I traveled to that area in 2019 (not on Amtrak) -- there ain't really any restaurants up on the mountains (since that's all national park or national forest land). Pretty much everything in Springdale is right on Highway 9, the main street through town that leads directly into Zion National Park... but pretty much any restaurant with outdoor seating will have some kind of a view, since there are mountain vistas all around. (I don't have any specific recommendations, and things may have changed since 2019 due to the Covid-19 situation anyway. I would check Yelp for recent reviews to see if there are mentions of outdoor seating and/or a view.)

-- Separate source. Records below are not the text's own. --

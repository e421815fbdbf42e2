#!/usr/bin/python3
"""Golden values for dsp/pd.go: detection probabilities of a square-law
detector, computed with scipy by routes independent of the Go series.

Conventions (as in dsp/pd.go): snr is the mean per-pulse SNR (linear), noise
of one square-law pulse is exponential with mean 1, N pulses are summed
(non-coherent) so the noise statistic is Gamma(N, 1). The threshold T gives
Pfa = gammaincc(N, T). A steady target gives 2z ~ ncx2(2N, 2N*snr)
(scipy.stats.ncx2). Fluctuating targets are integrated numerically over the
RCS law (scipy.integrate.quad):
  Swerling 1: one exponential RCS for the whole dwell;
  Swerling 3: one chi-square-4 RCS (Gamma(2, 1/2)) for the whole dwell;
  Swerling 2: exact, per-pulse power Exp(1+snr): Pd = gammaincc(N, T/(1+snr));
  Swerling 4: independent Gamma(2, snr/2) powers per pulse; a non-central
    chi-square depends only on its total non-centrality, whose law is
    Gamma(2N, snr/2), so Pd = E[ncx2.sf(2T, 2N, 2*Lambda)].
Cell-averaging CFAR with M reference cells, each the sum of N pulses: the
sum S of the reference cells is Gamma(M*N, 1), the threshold is c*S with
Pfa = betainc(M*N, N, 1/(1+c)), and Pd = E_S[Pd_known(threshold c*S)]
integrated numerically over S (steady and Swerling 2 only, whose Pd_known
needs no quadrature of its own; Swerling 1 behind a CFAR has the closed form
of Richards eq. 6.137, tested in Go, and the other models are checked there
by Monte Carlo). Coherent integration of N pulses of a target
with constant complex amplitude is one pulse at N*snr (Swerling 2: at snr).
ordered-statistic CFAR (one pulse): the threshold is alpha times the k-th
smallest of M exponential cells, whose density is
k*C(M,k)*(1-exp(-x))^(k-1)*exp(-(M-k+1)x); alpha solves the Pfa of Rohling
(1983) by brentq, and Pd is integrated numerically over that density.
Required SNRs are found with scipy.optimize.brentq.

Run: cd testdata/golden && /usr/bin/python3 pd.py   (writes pd.json)
"""
import json

import numpy as np
import scipy
from scipy import integrate, optimize, special, stats


def threshold(pfa, n):
    return special.gammainccinv(n, pfa)


def pd_known(snr, n, sw, t):
    """Pd with a known noise level and threshold t on the N-pulse sum."""
    if snr == 0:
        return special.gammaincc(n, t)
    if sw == 0:
        return stats.ncx2.sf(2 * t, 2 * n, 2 * n * snr)
    if sw == 2:
        return special.gammaincc(n, t / (1 + snr))
    if sw in (1, 3):
        k = 1 if sw == 1 else 2
        law = stats.gamma(k, scale=1.0 / k)  # RCS relative to its mean
        f = lambda x: stats.ncx2.sf(2 * t, 2 * n, 2 * n * snr * x) * law.pdf(x)
        hi = law.ppf(1 - 1e-15)
        v, _ = integrate.quad(f, 0, hi, limit=400, epsabs=1e-14, epsrel=1e-11)
        return v
    if sw == 4:
        law = stats.gamma(2 * n, scale=snr / 2)
        f = lambda lam: stats.ncx2.sf(2 * t, 2 * n, 2 * lam) * law.pdf(lam)
        lo, hi = law.ppf(1e-15), law.ppf(1 - 1e-15)
        v, _ = integrate.quad(f, lo, hi, limit=400, epsabs=1e-14, epsrel=1e-11)
        return v
    raise ValueError(sw)


def cfar_sum_multiplier(pfa, n, m):
    y = special.betaincinv(m * n, n, pfa)
    return (1 - y) / y


def pd(snr, n, sw, pfa, cells=0, coherent=False):
    if coherent:
        snr = snr if sw == 2 else n * snr
        n = 1
    if cells == 0:
        return pd_known(snr, n, sw, threshold(pfa, n))
    c = cfar_sum_multiplier(pfa, n, cells)
    law = stats.gamma(cells * n)
    f = lambda s: pd_known(snr, n, sw, c * s) * law.pdf(s)
    lo, hi = law.ppf(1e-16), law.ppf(1 - 1e-16)
    v, _ = integrate.quad(f, lo, hi, limit=400, epsabs=1e-14, epsrel=1e-10)
    return v


def os_alpha(pfa, m, k):
    f = lambda la: np.sum(np.log((m - np.arange(k)) / (m - np.arange(k) + np.exp(la)))) - np.log(pfa)
    return np.exp(optimize.brentq(f, -10, 30, xtol=1e-14))


def pd_os(snr, sw, pfa, m, k):
    alpha = os_alpha(pfa, m, k)
    logc = special.gammaln(m + 1) - special.gammaln(k) - special.gammaln(m - k + 1)
    dens = lambda x: np.exp(logc + (k - 1) * np.log(-np.expm1(-x)) - (m - k + 1) * x)
    lo = -np.log1p(-special.betaincinv(k, m - k + 1, 1e-16))
    hi = -np.log(special.betaincinv(m - k + 1, k, 1e-16))
    f = lambda x: pd_known(snr, 1, sw, alpha * x) * dens(x)
    v, _ = integrate.quad(f, lo, hi, limit=400, epsabs=1e-15, epsrel=1e-11)
    return alpha, v


def required_db(p, n, sw, pfa, cells=0, coherent=False):
    g = lambda x: pd(10 ** (x / 10), n, sw, pfa, cells, coherent) - p
    return optimize.brentq(g, -20, 40, xtol=1e-6)


def albersheim(p, pfa, n):
    a = np.log(0.62 / pfa)
    b = np.log(p / (1 - p))
    return -5 * np.log10(n) + (6.2 + 4.54 / np.sqrt(n + 0.44)) * np.log10(a + 0.12 * a * b + 1.7 * b)


def main():
    out = {
        "generator": "testdata/golden/pd.py",
        "numpy": np.__version__,
        "scipy": scipy.__version__,
        "marcum": [],
        "threshold": [],
        "pd": [],
        "required": [],
        "albersheim": [],
        "os_cfar": [],
    }
    # Generalized Marcum Q_m(a, b) = ncx2.sf(b^2, 2m, a^2).
    for m, a, b in [(1, 0.5, 1.0), (1, 3.0, 4.0), (1, 5.0, 2.0), (2, 1.0, 3.0), (4, 2.0, 5.0),
                    (10, 4.0, 6.0), (10, 0.0, 5.0), (25, 10.0, 12.0), (1, 6.0, 9.0), (3, 30.0, 31.0),
                    (1, 10.0, 40.0), (50, 3.0, 20.0), (1, 0.01, 0.02), (200, 20.0, 25.0), (1, 100.0, 90.0)]:
        out["marcum"].append({"m": m, "a": a, "b": b, "q": float(stats.ncx2.sf(b * b, 2 * m, a * a))})
    for pfa in [1e-3, 1e-6, 1e-9, 1e-12]:
        for n in [1, 2, 10, 100]:
            out["threshold"].append({"pfa": pfa, "pulses": n, "t": float(threshold(pfa, n))})
        for n, m in [(1, 16), (1, 8), (4, 16), (10, 24)]:
            out["threshold"].append({"pfa": pfa, "pulses": n, "cfar_cells": m,
                                     "alpha": float(m * cfar_sum_multiplier(pfa, n, m))})
    cases = []
    for sw in range(5):
        for n in [1, 4, 10]:
            for snr_db in [-5.0, 0.0, 5.0, 10.0, 15.0, 20.0]:
                cases.append((snr_db, n, sw, 1e-6, 0, False))
        cases.append((3.0, 30, sw, 1e-8, 0, False))
        if sw in (0, 2):  # CFAR: one quadrature over the noise estimate
            cases.append((12.0, 1, sw, 1e-4, 16, False))
            cases.append((8.0, 4, sw, 1e-6, 16, False))
        cases.append((2.0, 8, sw, 1e-6, 0, True) if sw != 4 else (12.0, 1, sw, 1e-6, 0, True))
    cases.append((18.0, 1, 0, 1e-6, 8, False))
    cases.append((25.0, 1, 2, 1e-6, 8, False))
    for snr_db, n, sw, pfa, m, coh in cases:
        v = pd(10 ** (snr_db / 10), n, sw, pfa, m, coh)
        out["pd"].append({"swerling": sw, "pulses": n, "pfa": pfa, "cfar_cells": m, "coherent": coh,
                          "snr_db": snr_db, "pd": float(v)})
    req = []
    for sw in range(5):
        for n in [1, 10]:
            req.append((0.9, n, sw, 1e-6, 0, False))
        req.append((0.5, 3, sw, 1e-8, 0, False))
        if sw in (0, 2):
            req.append((0.9, 1, sw, 1e-6, 16, False))
    req += [(0.9, 1, 0, 1e-8, 0, False), (0.9, 10, 0, 1e-8, 0, False),
            (0.5, 1, 0, 1e-6, 0, False), (0.9, 1, 0, 1e-4, 0, False),
            (0.9, 4, 2, 1e-6, 16, False), (0.9, 4, 0, 1e-6, 16, False)]
    for p, n, sw, pfa, m, coh in req:
        out["required"].append({"swerling": sw, "pulses": n, "pfa": pfa, "cfar_cells": m, "coherent": coh,
                                "pd": p, "snr_db": float(required_db(p, n, sw, pfa, m, coh))})
    for p, pfa, n in [(0.9, 1e-6, 1), (0.9, 1e-6, 10), (0.5, 1e-6, 1), (0.9, 1e-4, 1), (0.8, 1e-5, 100)]:
        out["albersheim"].append({"pd": p, "pfa": pfa, "pulses": n, "snr_db": float(albersheim(p, pfa, n))})
    for sw, snr_db, m, k, pfa in [(0, 0.0, 16, 12, 1e-6), (0, 15.0, 16, 12, 1e-6), (0, 18.0, 24, 18, 1e-6),
                                  (2, 20.0, 16, 8, 1e-4), (0, 12.0, 32, 24, 1e-4), (0, 16.0, 8, 6, 1e-3),
                                  # Swerling 1, 3 and 4, and thresholds raised far above the noise
                                  # (a Pfa of 1e-30 or 1e-60 is the multiplier a clutter edge sets):
                                  (1, 20.0, 24, 18, 1e-6), (3, 18.0, 24, 18, 1e-6), (4, 15.0, 16, 12, 1e-4),
                                  (3, 10.0, 8, 6, 1e-3), (1, 35.0, 24, 18, 1e-30), (3, 35.0, 24, 18, 1e-30),
                                  (4, 40.0, 24, 18, 1e-60), (0, 35.0, 24, 18, 1e-30)]:
        alpha, v = pd_os(10 ** (snr_db / 10), sw, pfa, m, k)
        out["os_cfar"].append({"swerling": sw, "snr_db": snr_db, "cfar_cells": m, "rank": k, "pfa": pfa,
                               "alpha": float(alpha), "pd": float(v)})
    with open("pd.json", "w") as f:
        json.dump(out, f, indent=1)
        f.write("\n")


if __name__ == "__main__":
    main()
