#!/usr/bin/python3
"""Golden curves for the dynamic-range view (scenarios/floors.go,
docs/detection.md section 15), computed here from the definitions,
independently of the Go code.

Every case is a whole scenario (written out below as JSON, read by
scenarios/floors_golden_test.go) with one point target placed on a
sample, so its echo's leading edge arrives exactly at window sample k0
and its compressed peak lies there (docs/detection.md section 1).

Levels are in dB re the thermal noise power at the compression filter's
output, the range profile's units:
  echo amplitude a: a^2 = Pr / (k T0 F fs), Pr = Pt G^2 lambda^2 sigma /
      ((4 pi)^3 R^4 L) (the radar equation; k = 1.380649e-23 J/K, T0 = 290 K);
  pulse u[n] = u(n/fs), n = 0 .. tau fs - 1: LFM exp(j pi (B/tau) (t - tau/2)^2),
      Barker 13 rect chips (+1/-1);
  reference h = u times the receive window (scipy.signal.windows.taylor,
      sym=True, norm=True), or u alone (matched filter);
  the response at window sample k0 + l:
      a^2 |sum_n x[n + l] conj(h[n])|^2 / sum |h|^2, by numpy.correlate,
      x = u times exp(j 2 pi fd n / fs) for a Doppler shift fd.

response_*: the target's own compressed response (main lobe and range
  sidelobes, the window's weighting and the Doppler mismatch included).
skirt: the phase-noise skirt of one echo for a piecewise profile L(f)
  (dBc/Hz, linear in log10 f between points, flat beyond): the second-
  order expectation  sum over offsets f of S(f) |chi(l, fd + f)|^2 df,
  S(f) = L(f) 4 sin^2(pi f T) (T = 2R/c: one oscillator transmits and
  receives; range correlation) on both sides of the carrier, for offsets
  from PRF/2 to fs/2 (a single pulse's fast-time noise), integrated with
  the trapezoid rule on 240 points per decade and at least 16 points per
  period 1/T of the 4 sin^2 factor (the engine's cells are an eighth of a
  decade, and it takes that factor's mean, 2, above 8/T); offsets where
  fd + f leaves the band +-fs/2 are dropped.
quantisation: the ADC's floor: a mid-rise quantiser (levels (i + 1/2) step,
  step = 2 A / 2^bits, beyond +-A the outermost level) on thermal noise of
  variance 1/2 per channel, split as Q(x) = g x + d (Bussgang): the floor
  is E[Q^2] / (g^2 sigma^2) - 1 of the thermal noise, with
  g = E[x Q(x)] / sigma^2, both by scipy.integrate.quad over each level's
  interval; A^2 = 10^(full_scale_db/10). The uniform model Delta^2/6
  (Kester, Analog Devices MT-001) is listed beside it.

Run: cd testdata/golden && /usr/bin/python3 floors.py
"""
import json
import math

import numpy as np
import scipy
from scipy import integrate
from scipy.signal import windows

C = 299792458.0
K = 1.380649e-23
T0 = 290.0

RADAR = {"carrier_hz": 9.5e9, "peak_power_w": 1000, "antenna_gain_dbi": 30, "noise_figure_db": 3,
         "system_loss_db": 3, "pri_s": 2e-4, "window_start_m": 3000, "window_stop_m": 12000}


def db(x):
    return 10 * np.log10(x)


def amp2(radar, fs, rcs_dbsm, r):
    lam = C / radar["carrier_hz"]
    g = 10 ** (radar["antenna_gain_dbi"] / 10)
    pr = radar["peak_power_w"] * g * g * lam * lam * 10 ** (rcs_dbsm / 10) / ((4 * math.pi) ** 3 * r ** 4 * 10 ** (radar["system_loss_db"] / 10))
    return pr / (K * T0 * 10 ** (radar["noise_figure_db"] / 10) * fs)


def on_sample(radar, fs, k0):
    """The range whose echo's leading edge arrives at window sample k0."""
    return radar["window_start_m"] + k0 * C / (2 * fs)


def lfm(tau, band, fs):
    n = int(round(tau * fs))
    t = np.arange(n) / fs
    return np.exp(1j * math.pi * (band / tau) * (t - tau / 2) ** 2)


def barker13(chip, fs):
    code = np.array([1, 1, 1, 1, 1, -1, -1, 1, 1, -1, 1, -1, 1], dtype=complex)
    n = int(round(13 * chip * fs))
    idx = np.floor(np.arange(n) / fs / chip + 1e-9).astype(int)
    return code[idx]


def response(x, h):
    """|sum_n x[n + l] conj(h[n])|^2 / sum |h|^2 for l = -(len(h)-1) .. len(x)-1."""
    c = np.correlate(x, h, "full")
    return np.abs(c) ** 2 / np.sum(np.abs(h) ** 2)


def doppler(u, fd, fs):
    return u * np.exp(2j * math.pi * fd * np.arange(len(u)) / fs)


def level(profile, f):
    x, y = profile["offset_hz"], profile["dbc_hz"]
    return np.interp(np.log10(f), np.log10(x), y)  # flat beyond the ends


def case_response(name, waveform, window, fs, u, h, k0, rcs, rate=0.0):
    r = on_sample(RADAR, fs, k0)
    lam = C / RADAR["carrier_hz"]
    fd = -2 * rate / lam
    a2 = amp2(RADAR, fs, rcs, r)
    y = a2 * response(doppler(u, fd, fs), h)
    lags = np.arange(-(len(h) - 1), len(u))
    target = {"id": "t", "kind": "point", "range_m": r, "rcs_dbsm": rcs}
    if rate:
        target["range_rate_mps"] = rate
    radar = dict(RADAR, sample_rate_hz=fs)
    scn = {"version": 2, "name": name, "radar": radar, "waveform": waveform,
           "receiver": {"window": window, "detector": {"kind": "fixed", "pfa": 1e-6}}, "targets": [target]}
    keep = y > y.max() * 1e-9
    return {"name": name, "scenario": scn, "curve": "response", "k0": k0,
            "lags": lags[keep].tolist(), "db": db(y[keep]).tolist(), "peak_db": float(db(y.max()))}


def case_skirt():
    fs, tau, band, k0, rcs = 4e7, 1e-5, 1e7, 800, 40.0
    profile = {"offset_hz": [1e4, 1e5, 1e6], "dbc_hz": [-90.0, -110.0, -125.0]}
    u = lfm(tau, band, fs)
    r = on_sample(RADAR, fs, k0)
    T = 2 * r / C
    a2 = amp2(RADAR, fs, rcs, r)
    lo, hi = 1 / (2 * RADAR["pri_s"]), fs / 2
    # 240 points per decade, and at least 16 per period 1/T of 4 sin^2.
    f = [lo]
    while f[-1] < hi:
        f.append(min(hi, f[-1] + min(f[-1] * (10 ** (1 / 240) - 1), 1 / (16 * T))))
    f = np.array(f)
    s = 10 ** (level(profile, f) / 10) * 4 * np.sin(math.pi * f * T) ** 2
    w = np.zeros_like(f)  # trapezoid weights
    w[1:] += np.diff(f) / 2
    w[:-1] += np.diff(f) / 2
    acc = 0
    for fi, si, wi in zip(f, s, w):
        for sgn in (1, -1):
            if abs(sgn * fi) >= fs / 2:
                continue
            acc = acc + si * wi * response(doppler(u, sgn * fi, fs), u)
    y = a2 * acc
    lags = np.arange(-(len(u) - 1), len(u))
    radar = dict(RADAR, sample_rate_hz=fs)
    scn = {"version": 2, "name": "skirt", "radar": radar,
           "waveform": {"kind": "lfm", "pulse_width_s": tau, "bandwidth_hz": band},
           "receiver": {"window": {"kind": "none"}, "detector": {"kind": "fixed", "pfa": 1e-6}},
           "front_end": {"phase_noise_offsets_hz": profile["offset_hz"], "phase_noise_dbc_hz": profile["dbc_hz"]},
           "targets": [{"id": "t", "kind": "point", "range_m": r, "rcs_dbsm": rcs}]}
    keep = y > y.max() * 1e-6
    return {"name": "skirt", "scenario": scn, "curve": "skirt", "k0": k0,
            "lags": lags[keep].tolist(), "db": db(y[keep]).tolist(), "peak_db": float(db(y.max())),
            "total_db": float(db(y.sum()))}


def quantiser(bits, fs_db):
    a = math.sqrt(10 ** (fs_db / 10))
    step = 2 * a / 2 ** bits
    top = 2 ** (bits - 1) - 0.5  # outermost level, steps
    sigma = math.sqrt(0.5)
    pdf = lambda x: math.exp(-x * x / (2 * sigma * sigma)) / (sigma * math.sqrt(2 * math.pi))
    exq = eq2 = 0.0
    lev = 0.5
    while lev <= top:
        lo = (lev - 0.5) * step
        hi = math.inf if lev == top else (lev + 0.5) * step
        if lo > 40 * sigma:
            break
        p = integrate.quad(pdf, lo, hi, epsabs=0, epsrel=1e-13, limit=200)[0]
        m = integrate.quad(lambda x: x * pdf(x), lo, hi, epsabs=0, epsrel=1e-13, limit=200)[0]
        exq += 2 * lev * step * m
        eq2 += 2 * (lev * step) ** 2 * p
        lev += 1
    g = exq / sigma ** 2
    return {"bits": bits, "full_scale_db": fs_db, "floor_db": float(db(eq2 / (g * g * sigma * sigma) - 1)),
            "uniform_db": float(db(step * step / 6)), "gain": g}


def main():
    fs = 4e7
    u = lfm(1e-5, 1e7, fs)
    taylor = windows.taylor(len(u), nbar=5, sll=35, norm=True, sym=True)
    lfm_wave = {"kind": "lfm", "pulse_width_s": 1e-5, "bandwidth_hz": 1e7}
    tw = {"kind": "taylor", "sidelobe_db": -35, "nbar": 5}
    cases = [
        case_response("lfm_taylor", lfm_wave, tw, fs, u, u * taylor, 600, 20.0),
        # A Doppler shift of 200 kHz (range rate -3156 m/s): the peak moves
        # by fd tau / B = 8 samples and loses about 20 log10(1 - fd/B) dB.
        case_response("lfm_taylor_doppler", lfm_wave, tw, fs, u, u * taylor, 600, 20.0, rate=-2e5 * C / 9.5e9 / 2),
    ]
    bfs = 2e6
    b = barker13(1e-6, bfs)
    cases.append(case_response("barker13", {"kind": "barker", "length": 13, "chip_s": 1e-6}, {"kind": "none"}, bfs, b, b, 100, 10.0))
    cases.append(case_skirt())
    quant = [quantiser(bits, fsdb) for bits in (4, 8, 12) for fsdb in (10.0, 30.0, 60.0)]
    out = {"generator": "testdata/golden/floors.py", "numpy": np.__version__, "scipy": scipy.__version__,
           "cases": cases, "quantisation": quant}
    with open("floors.json", "w") as f:
        json.dump(out, f, indent=1)
        f.write("\n")


if __name__ == "__main__":
    main()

One word of caution: if you're planning on driving your own car and parking within Zion National Park, go _early_ in the day, especially during the summer months. (There are also shuttle buses with stops throughout Springdale.)


----------



## Alice (Apr 4, 2021)

I'll second trainman's comment about driving early into the park during spring and summer, or use the shuttle from town. You can't drive a personal vehicle into the park canyons except for lodge guests and people with some disabilities. I also haven't been through Springdale for a couple of years, and I did not like it at all. The highway is basically lined with services for people going into the park, traffic was bad, sidewalks were crowded, and parking was atrocious. That was in July, a month I will avoid that area in the future. My suggestion would be to either buy or make a really good picnic lunch and have it in the park, or eat at the lodge in the park.


----------



## MareQ (Apr 7, 2021)

zephyr17 said:


> Well, Springdale, by Zion National Park, is very far from any Amtrak service. The closest stations are Kingman, AZ at 265 miles away and Provo, UT at 264 miles away. I doubt you will find much information here, and recommend you take a look at TripAdvisor.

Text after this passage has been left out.